Mostly, though, the hardest part about all of this is the mental stuff.* Some days really are better than others, where I feel optimistic & think “ok, we’re chugging along, this will all pass soon, things are going pretty well, all things considered, every day is another day towards being better.” And then there are days where I struggle, mightily, to not just fall into thinking nothing but dooooooom “I feel like I’m never going to be better, I’m creating such a burden for my husband, is this ever going to not hurt, I can’t do anything on my own, OH MY GOD I JUST WANT TO WALK INTO THE BATHROOM ON MY OWN TWO FEET IS THAT SO DAMN HARD?” The mental stuff is where I really feel, sometimes, like it’s 1 step forward, 2 steps back, and it sucks. I want to be able to just suck it up, or always be positive, but it’s just hard sometimes.**

But.

Even on the rough days, it’s another day forward. I’m healing, even if my brain is freaking out. I WILL get through this eventually, it’s just a matter of time. So even when it’s hard, even when I’m having an emotional meltdown, my body is still moving forward, healing, however slowly it may be. It’s hard, but it WILL happen. I may shed some tears of pain and frustration but it WILL happen. It IS happening.

I do wish it was happening faster though. This recovery thing is for the birds.

*don’t get me wrong, the not having the use of both legs is hard, really hard. But the days when I can’t get my head out of the cycle of dooooom, it’s even harder.
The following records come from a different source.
"""Length-of-stay model of a unit: training rows from the "as of" state, training, prediction.

Design (measured choices are in the payload's ``selection`` and ``metrics``)
----------------------------------------------------------------------------
Rows
    One *landmark* per stay per morning in the unit (``LANDMARK_CLOCK`` local time): the
    stay's admission covariates, days in the unit, and for each observation name its latest
    value known then, its change since the previous value and the hours since it was taken
    (the same columns as ``UnitState.current_stays()``). From each landmark, one row per census
    interval ahead (the partial interval to the next census instant, then whole ones, up to
    ``HORIZON_STEPS``) while the stay is in the unit and before the cut-off: the target is
    "leaves in this interval", with the time at risk in the interval (METHODS.md section 8).
    Stays in progress at the cut-off contribute their time at risk up to it, censored; none is
    dropped. Landmarks start at the extract's start (``app.state.extract.extract_start_ns``): a stay
    admitted before it is on record only for having lasted into it, so its earlier mornings
    are left out and its later ones keep the true days in (delayed entry); the groups and the
    test's Kaplan-Meier baseline take such stays from their days in the unit then.
Model
    A discharge-hazard tree (``app.stats.survival_tree``): a Poisson regression tree on the
    interval rows gives each leaf a discharge rate relative to the unit's discharge profile
    (clock hour x weekday x day of stay, fitted jointly with the leaves). So the per-day
    probabilities follow the weekday of each future day and the partial first interval for
    every patient, and the tree's rules are about the patient.
    P(still in at census instant k) = exp(-sum of rate x profile exposure over the intervals).
    Leaves must hold a share of the stays (not only of the rows: a stay's rows are near copies).
Scale
    One number c multiplies every rate of the stored tree, fitted by maximum likelihood on the
    tree's own forecasts from the landmarks of the last half year (``calibration``): a current
    stay's chance of being in is S^c. The test period scores the tree with its own scale,
    fitted the same way on the training period.
Groups
    A log-rank tree on admission covariates (``app.stats.stay_groups``), each leaf with its
    Kaplan-Meier curve and a BIC-chosen Coxian: used for stays still to come and for the tail
    of a current stay past the hazard tree's horizon (median remaining stay beyond it).
Validation
    Depth and leaf size of both trees are chosen on a later period (train on the state as of
    an earlier instant, validate on landmarks after it) for a held-out half of the stays (by a
    hash of the stay id): split by stay and by time, never by row.
Test
    The last ``test_days`` before ``until`` are held out: the model trained on the state as of
    the test start is scored on every landmark in the test period (concordance, integrated
    Brier score over days 1..14, variance explained on completed stays), beside the
    no-covariate Kaplan-Meier given the days already spent and a gradient-boosted ensemble on
    the same rows (the yardstick: what the single readable tree gives up). The stored model is
    then refitted on everything known at ``until`` with the chosen sizes.
Alternatives measured (tests/forecast/test_los.py, demo test period): scikit-survival's
    log-rank SurvivalTree on one row per landmark predicts worse than this tree on both demo
    units (integrated Brier score and concordance), so the hazard tree is kept.
"""

from app.forecast.los.design import Design, make_design
from app.forecast.los.metrics import EVAL_DAYS, survival_metrics
from app.forecast.los.model import LosModel, StayPredictions, predict_stays
from app.forecast.los.rows import (
    IntervalRows,
    Landmarks,
    build_landmarks,
    forecast_bounds,
    interval_rows,
    observation_names,
    observations_at,
)
from app.forecast.los.train import format_metrics, train_los, train_unit

__all__ = [
    "EVAL_DAYS", "Design", "IntervalRows", "Landmarks", "LosModel", "StayPredictions",
    "build_landmarks", "forecast_bounds", "format_metrics", "interval_rows", "make_design",
    "observation_names", "observations_at", "predict_stays", "survival_metrics", "train_los",
    "train_unit",
]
**I am trying different things to try and get out of my own head on the days it’s rough: reading, work, watching silly tv instead of angsty or high drama tv, leaving the house even if it’s just a short drive, anything to sort of shake out of my funk/get out of my head. But still. Hard.

Nonsequiturchica July 22, 2015 at 7:44 pm

i’m sorry things aren’t going great but every day that passes since your surgery is another day closer to when you get back to normal.
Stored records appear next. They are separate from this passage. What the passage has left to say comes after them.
"""Whether the newcomers' stays run on the discharge clock: chosen on later admissions.

The time change (app/forecast/newcomer_clock.py) helps where discharges follow the unit's
clock-hour and weekday profile strongly and hurts where they do not (measured: 180 demo
mornings, KV-SURG CRPS 1.691 -> 1.632, KV-CRIT 1.312 -> 1.321; the six stress units worse
on five, by up to 4.6%). So each unit's training decides, as the demand terms are decided,
on data the fits did not see: the groups and both Coxians (calendar and clock) are fitted on
what was known ``val_days`` before the cut-off, and the stays admitted after that are scored
as the forecast uses them: the probability of still being in at each of the first seven
census instants after admission (a Bernoulli log score over the instants whose outcome is
known by the cut-off). The clock is used only when it scores higher.
"""

from __future__ import annotations

from collections.abc import Mapping
from datetime import time
from typing import Any
from zoneinfo import ZoneInfo

import numpy as np
import pandas as pd

from app.forecast.los.constants import NS_PER_DAY, FloatArray
from app.forecast.los.design import Design
from app.forecast.los.selection import _admission_x, _fit_groups, _stays_at
from app.state.frames import utc_ns
from app.stats.survival_tree import DischargeProfile
from app.timeutil import census_instants_after

MIN_SCORED_STAYS = 20
CENSUS_NIGHTS = 7


def _log_score(p_in: FloatArray, present: np.ndarray, seen: np.ndarray) -> float:
    """Mean Bernoulli log score of "still in at the census instant" over the instants seen."""
    p = np.where(present, p_in, 1.0 - p_in)[seen]
    return float(np.mean(np.log(np.maximum(p, 1e-12))))


def choose_newcomer_clock(design: Design, stays: pd.DataFrame, cutoff_ns: int,
                          params: Mapping[str, Any], seed: int, profile: DischargeProfile,
                          tz: ZoneInfo, census_time: time, extract_ns: int | None = None
                          ) -> dict[str, Any]:
    """``{"chosen": bool, "log_score_calendar", "log_score_clock", "stays", ...}``.
    ``extract_ns``: when the extract began (stays admitted before it enter the fits late and
    are not scored)."""
    from app.forecast.newcomer_clock import stay_durations

    admitted = utc_ns(stays["admitted_at"])
    val_days = min(90.0, 0.25 * (cutoff_ns - int(admitted.min())) / NS_PER_DAY)
    v_ns = int(cutoff_ns - val_days * NS_PER_DAY)
    later = _stays_at(stays, cutoff_ns, extract_ns)
    new = (admitted[later.index] > v_ns) & (later.entry == 0)
    out: dict[str, Any] = {"chosen": False, "stays": int(new.sum()),
                           "scored_from": pd.Timestamp(v_ns, tz="UTC").isoformat(),
                           "log_score_calendar": None, "log_score_clock": None}
    if new.sum() < MIN_SCORED_STAYS or not later.ended[new].any():
        return out
    try:
        groups = _fit_groups(design, stays, v_ns, params, seed, extract_ns,
                             clock=(profile, tz))
    except ValueError:  # no stay ended before the validation start
        return out
    index, days = later.index[new], later.days[new]
    start = admitted[index]
    # The first CENSUS_NIGHTS census instants after each admission, as a forecast meets them.
    instants = np.array([
        [int(pd.Timestamp(c).value) for c in census_instants_after(
            pd.Timestamp(a, tz="UTC").to_pydatetime(), census_time, tz, CENSUS_NIGHTS)]
        for a in start], dtype=np.int64)
    lag = (instants - start[:, None]) / NS_PER_DAY
    seen = lag <= days[:, None]  # the stay's outcome at that instant is known by the cut-off
    present = lag < days[:, None]
    on_clock = stay_durations(profile, tz, np.repeat(start, CENSUS_NIGHTS),
                              instants.ravel()).reshape(lag.shape)
    node = groups.group_of(_admission_x(design, stays)[index])
    p_calendar, p_clock = np.empty(lag.shape), np.empty(lag.shape)
    for g in groups.groups:
        rows = node == g.node
        if rows.any():
            on_clock_stay = g.clock_distribution
            assert on_clock_stay is not None  # the groups were fitted with clock= above
            p_calendar[rows] = g.distribution.sf(lag[rows])
            p_clock[rows] = on_clock_stay.sf(on_clock[rows])
    calendar_score = _log_score(p_calendar, present, seen)
    clock_score = _log_score(p_clock, present, seen)
    out.update({"chosen": bool(clock_score > calendar_score),
                "log_score_calendar": calendar_score, "log_score_clock": clock_score})
    return out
Madelyn July 23, 2015 at 4:28 pm

From Madelyn in Alabama

Hang in there!
This isse is so fresh cuz a dear friend just now is recovering fro a knee replacement. That after these last few years having TWO hip surgeries (first one botched) second repaired the botch), another spine surgery after long past back surgeries. Then her husband had a sort of botched colon surgery that eventually turned out okay but a long recovery.

We talked of the “doom” that invades us at times yesterday when I visited in the hospital.

Sounds cliche, but – one day at the time. AND go thru the doomr-iddeness rather than around it!

Again, hang in.

Ann July 23, 2015 at 6:45 pm

It sounds like recovery totally sucks! I’d be enormously really frustrated too! I’m thinking of you and crossing my fingers that it will continue with looking more up than down with each passing day.

Carmen July 27, 2015 at 3:20 pm

Hey, Ginger. I can only imagine how awful this whole situation is; I think I would find the mental part the most challenging as well. I’m a “glass is half empty” sort of person and I think I would have a hard time staying positive. But I KNOW that you will not be a burden on your husband forever (and I also KNOW that he doesn’t think of it that way AT ALL) and I KNOW that things are improving every day, even if it’s hard to see it. Hang in there!